Artificial intelligence (AI) can help achieve greater energy efficiency, accelerate a clean energy transition and reduce costs, especially by helping with renewable power generation, demand forecasting and management, and grid operation and optimization, according to the report.How does AI help energy efficiency? ›
Artificial intelligence monitors, collects information, controls, evaluates and manages energy consumption in buildings and factories. It controls energy usage and reduces it during peak hours, identifies and signals problems, and detects equipment failures before they occur.How artificial intelligence and machine learning are transforming the future of renewable energy? ›
AI and ML have the capability to transform the renewable energy space.

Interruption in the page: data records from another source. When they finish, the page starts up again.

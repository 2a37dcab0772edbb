"""PSNR and SSIM against scikit-image and closed forms."""

from __future__ import annotations

import math
import warnings

import numpy as np
import pytest
import torch
from skimage.metrics import peak_signal_noise_ratio, structural_similarity

import pnpguard as pg
from pnpguard.metrics import _psnr
from pnpguard.phantoms import natural_image

# skimage.metrics.structural_similarity documents these settings as reproducing
# Wang, Bovik, Sheikh & Simoncelli, IEEE TIP 13(4) 2004.
PAPER = dict(gaussian_weights=True, sigma=1.5, use_sample_covariance=False)
SSIM_TOL = {np.float32: 1e-5, np.float64: 1e-12}
PSNR_TOL = {np.float32: 1e-4, np.float64: 1e-10}  # decibels


def _noisy_pair(name: str, shape, sigma: float, seed: int):
    reference = natural_image(name, shape)
    noise = np.random.default_rng(seed).standard_normal(reference.shape)
    return reference + sigma * noise, reference


def _as(kind: str, array: np.ndarray, dtype):
    array = array.astype(dtype)
    return torch.from_numpy(array) if kind == "torch" else array


@pytest.mark.parametrize("name, sigma", [("camera", 0.05), ("moon", 0.1), ("coins", 0.02),
                                         ("cell", 0.2)])
@pytest.mark.parametrize("dtype", [np.float32, np.float64])
@pytest.mark.parametrize("kind", ["numpy", "torch"])
def test_against_scikit_image(name, sigma, dtype, kind):
    x, reference = _noisy_pair(name, (72, 90), sigma, seed=len(name))
    x32, ref32 = x.astype(dtype), reference.astype(dtype)
    # skimage.metrics.peak_signal_noise_ratio(image_true, image_test, data_range=R).
    expected_psnr = peak_signal_noise_ratio(ref32, x32, data_range=1.0)
    # skimage.metrics.structural_similarity with the paper's settings (in the input
    # precision; ours computes in float64, hence the float32 tolerance).
    expected_ssim = structural_similarity(ref32, x32, data_range=1.0, **PAPER)
    got_psnr = pg.psnr(_as(kind, x, dtype), _as(kind, reference, dtype), data_range=1.0)
    got_ssim = pg.ssim(_as(kind, x, dtype), _as(kind, reference, dtype), data_range=1.0)
    assert isinstance(got_psnr, float) and isinstance(got_ssim, float)
    assert abs(got_psnr - expected_psnr) < PSNR_TOL[dtype], (got_psnr, expected_psnr)
    assert abs(got_ssim - expected_ssim) < SSIM_TOL[dtype], (got_ssim, expected_ssim)


def test_data_range_scales_out():
    x, reference = _noisy_pair("gravel", 64, 0.1, seed=1)
    for metric in (pg.psnr, pg.ssim):
        unit = metric(x, reference, data_range=1.0)
        assert abs(metric(255 * x, 255 * reference, data_range=255.0) - unit) < 1e-10
    # A wrong range changes PSNR by 20 log10 of the ratio (definition).
    assert abs(pg.psnr(x, reference, data_range=2.0) - pg.psnr(x, reference, data_range=1.0)
               - 20 * math.log10(2)) < 1e-10
    assert pg.ssim(x, reference, data_range=255.0) > pg.ssim(x, reference, data_range=1.0)


def test_closed_forms():
    reference = natural_image("brick", 32)
    # A constant error e gives MSE = e^2, PSNR = -20 log10(e) for R = 1.
    assert abs(pg.psnr(reference + 0.01, reference, data_range=1.0) - 40.0) < 1e-10
    assert pg.psnr(reference, reference, data_range=1.0) == math.inf
    assert pg.ssim(reference, reference, data_range=1.0) == 1.0
    # Constant images (no variance): SSIM = (2 a b + C1) / (a^2 + b^2 + C1), C1 = (K1 R)^2
    # with K1 = 0.01 (Wang et al. 2004, eq. 13 with sigma = 0).
    a, b, c1 = 0.5, 0.3, 0.01**2
    expected = (2 * a * b + c1) / (a * a + b * b + c1)
    assert abs(pg.ssim(np.full((20, 20), b), np.full((20, 20), a), data_range=1.0)
               - expected) < 1e-12


def test_negated_checkerboard_closed_form():
    # Checkerboard p = (-1)^(i+j) against x = -p, data range R = 2. With separable window
    # weights w_k proportional to exp(-k^2 / (2 * 1.5^2)), |k| <= 5, every local mean is
    # +-m with m = (sum_k w_k (-1)^k)^2 and the local variance is 1 - m^2, so each
    # position gives ((-2 m^2 + C1) / (2 m^2 + C1)) * ((-2 (1 - m^2) + C2) / (2 (1 - m^2) + C2))
    # with C1 = (0.01 R)^2, C2 = (0.03 R)^2 (Wang et al. 2004, eqs. 6 and 13).
    k = np.arange(-5, 6)
    w = np.exp(-(k**2) / (2 * 1.5**2))
    m = (np.sum(w / w.sum() * (-1.0) ** k)) ** 2
    c1, c2 = (0.01 * 2) ** 2, (0.03 * 2) ** 2
    luminance = (-2 * m * m + c1) / (2 * m * m + c1)
    structure = (-2 * (1 - m * m) + c2) / (2 * (1 - m * m) + c2)
    expected = luminance * structure
    checker = (-1.0) ** np.add.outer(np.arange(24), np.arange(30))
    assert abs(pg.ssim(-checker, checker, data_range=2.0) - expected) < 1e-12


def test_batches_give_one_value_per_image():
    pairs = [_noisy_pair(name, 40, s, seed=k) for k, (name, s) in
             enumerate([("camera", 0.05), ("text", 0.1), ("grass", 0.2)])]
    x = np.stack([np.stack([p[0], p[0][::-1]]) for p in pairs])  # (3, 2, 40, 40)
    reference = np.stack([np.stack([p[1], p[1][::-1]]) for p in pairs])
    for kind in ("numpy", "torch"):
        got_psnr = pg.psnr(_as(kind, x, np.float64), _as(kind, reference, np.float64),
                           data_range=1.0)
        got_ssim = pg.ssim(_as(kind, x, np.float64), _as(kind, reference, np.float64),
                           data_range=1.0)
        assert isinstance(got_psnr, np.ndarray) and got_psnr.shape == (3,)
        assert isinstance(got_ssim, np.ndarray) and got_ssim.shape == (3,)
        for n in range(3):
            # Over all channels of image n: skimage on the (C, H, W) stack.
            expected = peak_signal_noise_ratio(reference[n], x[n], data_range=1.0)
            assert abs(got_psnr[n] - expected) < 1e-10
            expected = structural_similarity(reference[n], x[n], data_range=1.0,
                                             channel_axis=0, **PAPER)
            assert abs(got_ssim[n] - expected) < 1e-12
    identical = pg.psnr(reference, reference.copy(), data_range=1.0)
    assert np.all(np.isinf(identical))


def test_smallest_image_and_non_square():
    rng = np.random.default_rng(3)
    for shape in [(11, 11), (11, 30), (25, 13)]:
        reference, x = rng.random(shape), rng.random(shape)
        expected = structural_similarity(reference, x, data_range=1.0, **PAPER)
        assert abs(pg.ssim(x, reference, data_range=1.0) - expected) < 1e-12, shape
    with pytest.raises(ValueError, match="at least 11 x 11"):
        pg.ssim(rng.random((10, 40)), rng.random((10, 40)), data_range=1.0)


def test_inputs_are_not_modified():
    x, reference = _noisy_pair("moon", 32, 0.1, seed=2)
    x_t = torch.from_numpy(x.copy())
    before_x, before_ref = x_t.clone(), reference.copy()
    pg.ssim(x_t, reference, data_range=1.0)
    pg.psnr(x_t, reference, data_range=1.0)
    assert torch.equal(x_t, before_x) and np.array_equal(reference, before_ref)


@pytest.mark.parametrize("metric", [pg.psnr, pg.ssim])
def test_bad_input_is_rejected(metric):
    good = np.random.default_rng(0).random((16, 16))
    with pytest.raises(ValueError, match=r"`x` has shape \(16, 16\) but `reference` has shape"):
        metric(good, good[:15], data_range=1.0)
    for bad in (0.0, -1.0, math.nan, math.inf):
        with pytest.raises(ValueError, match="`data_range` must be a positive finite number"):
            metric(good, good, data_range=bad)
    for bad in (True, "1", None):
        with pytest.raises(TypeError, match="`data_range` must be a positive finite number"):
            metric(good, good, data_range=bad)
    with pytest.raises(TypeError, match="data_range"):
        metric(good, good)  # the range is required
    with pytest.raises(TypeError, match="`x` has dtype uint8"):
        metric((good * 255).astype(np.uint8), good, data_range=255.0)
    with pytest.raises(ValueError, match="`reference` has 1 non-finite"):
        nan = good.copy()
        nan[3, 3] = np.nan
        metric(good, nan, data_range=1.0)
    with pytest.raises(ValueError, match="`x` must be shaped"):
        metric(good[None], good[None], data_range=1.0)


def test_identical_images_have_infinite_psnr_without_warning():
    reference = natural_image("coins", (24, 20))
    batch = np.stack([reference, reference + 0.1])[:, None]
    with warnings.catch_warnings():
        warnings.simplefilter("error")  # no division warning either
        assert pg.psnr(reference, reference, data_range=1.0) == math.inf
        values = pg.psnr(torch.from_numpy(batch), torch.from_numpy(np.stack([reference] * 2)[:, None]),
                         data_range=1.0)
        exact = _psnr(torch.from_numpy(batch), torch.from_numpy(batch), 1.0)
    # Image 0 equals its reference; image 1 differs by 0.1 everywhere: 20 dB (definition).
    assert values[0] == math.inf and abs(values[1] - 20.0) < 1e-10
    assert float(exact) == math.inf


@pytest.mark.parametrize("dims", [None, (1, 2, 3)])
def test_psnr_kernel_against_scikit_image(dims):
    truth = np.stack([natural_image(name, (16, 18)) for name in ("camera", "moon", "cell")])[:, None]
    noise = np.random.default_rng(3).standard_normal(truth.shape)
    estimate = truth + 0.05 * noise * np.arange(1, 4)[:, None, None, None]
    got = _psnr(torch.from_numpy(estimate), torch.from_numpy(truth), 2.0, dims).numpy()
    # skimage.metrics.peak_signal_noise_ratio(image_true, image_test, data_range=R): the MSE
    # over every entry it is given (the whole batch, or one image).
    if dims is None:
        expected = peak_signal_noise_ratio(truth, estimate, data_range=2.0)
    else:
        expected = [peak_signal_noise_ratio(t, e, data_range=2.0) for t, e in zip(truth, estimate)]
    np.testing.assert_allclose(got, expected, rtol=0, atol=1e-10)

The power companies can leverage the technologies to get better forecasts, manage their grids and schedule maintenance. These are also beneficial to consumers making the green energy flow without interruption.Can artificial intelligence transform the power system? ›
AI techniques have become popular for solving different problems in power systems like control, planning, scheduling, forecast, etc. These techniques can deal with difficult tasks faced by applications in modern large power systems with even more interconnections installed to meet increasing load demand.What is meant by energy transition? ›
The energy transition is a pathway toward transformation of the global energy sector from fossil-based to zero-carbon by the second half of this century. At its heart is the need to reduce energy-related CO2 emissions to limit climate change.How does artificial intelligence affect the environment? ›
Training a single AI system can emit over 250,000 pounds of carbon dioxide. In fact, the use of AI technology across all sectors produces carbon dioxide emissions at a level comparable to the aviation industry.How can AI be used for affordable and clean energy? ›
AI can balance electricity supply and demand needs in real-time, optimize energy use and storage to reduce rates. Technology governance will be needed to democratize access, encourage innovation and ensure resilient electricity sources.Can AI bring down electricity consumption in industrial units? ›
Using AI in the industrial sector
As most factories and production facilities are energy intensive, AI and data-mining can be of particular benefit as a means to reduce consumption. A large amount of the electricity generated worldwide – worth billions of dollars – is not actually used.
Using machine learning to improve building energy efficiency begins with data analytics. ML algorithms constantly incorporate and analyze data from a variety of sources (such as equipment, sensors, and devices) to refine an internal model that can be mined for trends and identify anomalies.What is smart grid? ›
Smart Grid is an Electrical Grid with Automation, Communication and IT systems that can monitor power flows from points of generation to points of consumption (even down to appliances level) and control the power flow or curtail the load to match generation in real time or near real time.
artificial intelligence (AI), the ability of a digital computer or computer-controlled robot to perform tasks commonly associated with intelligent beings.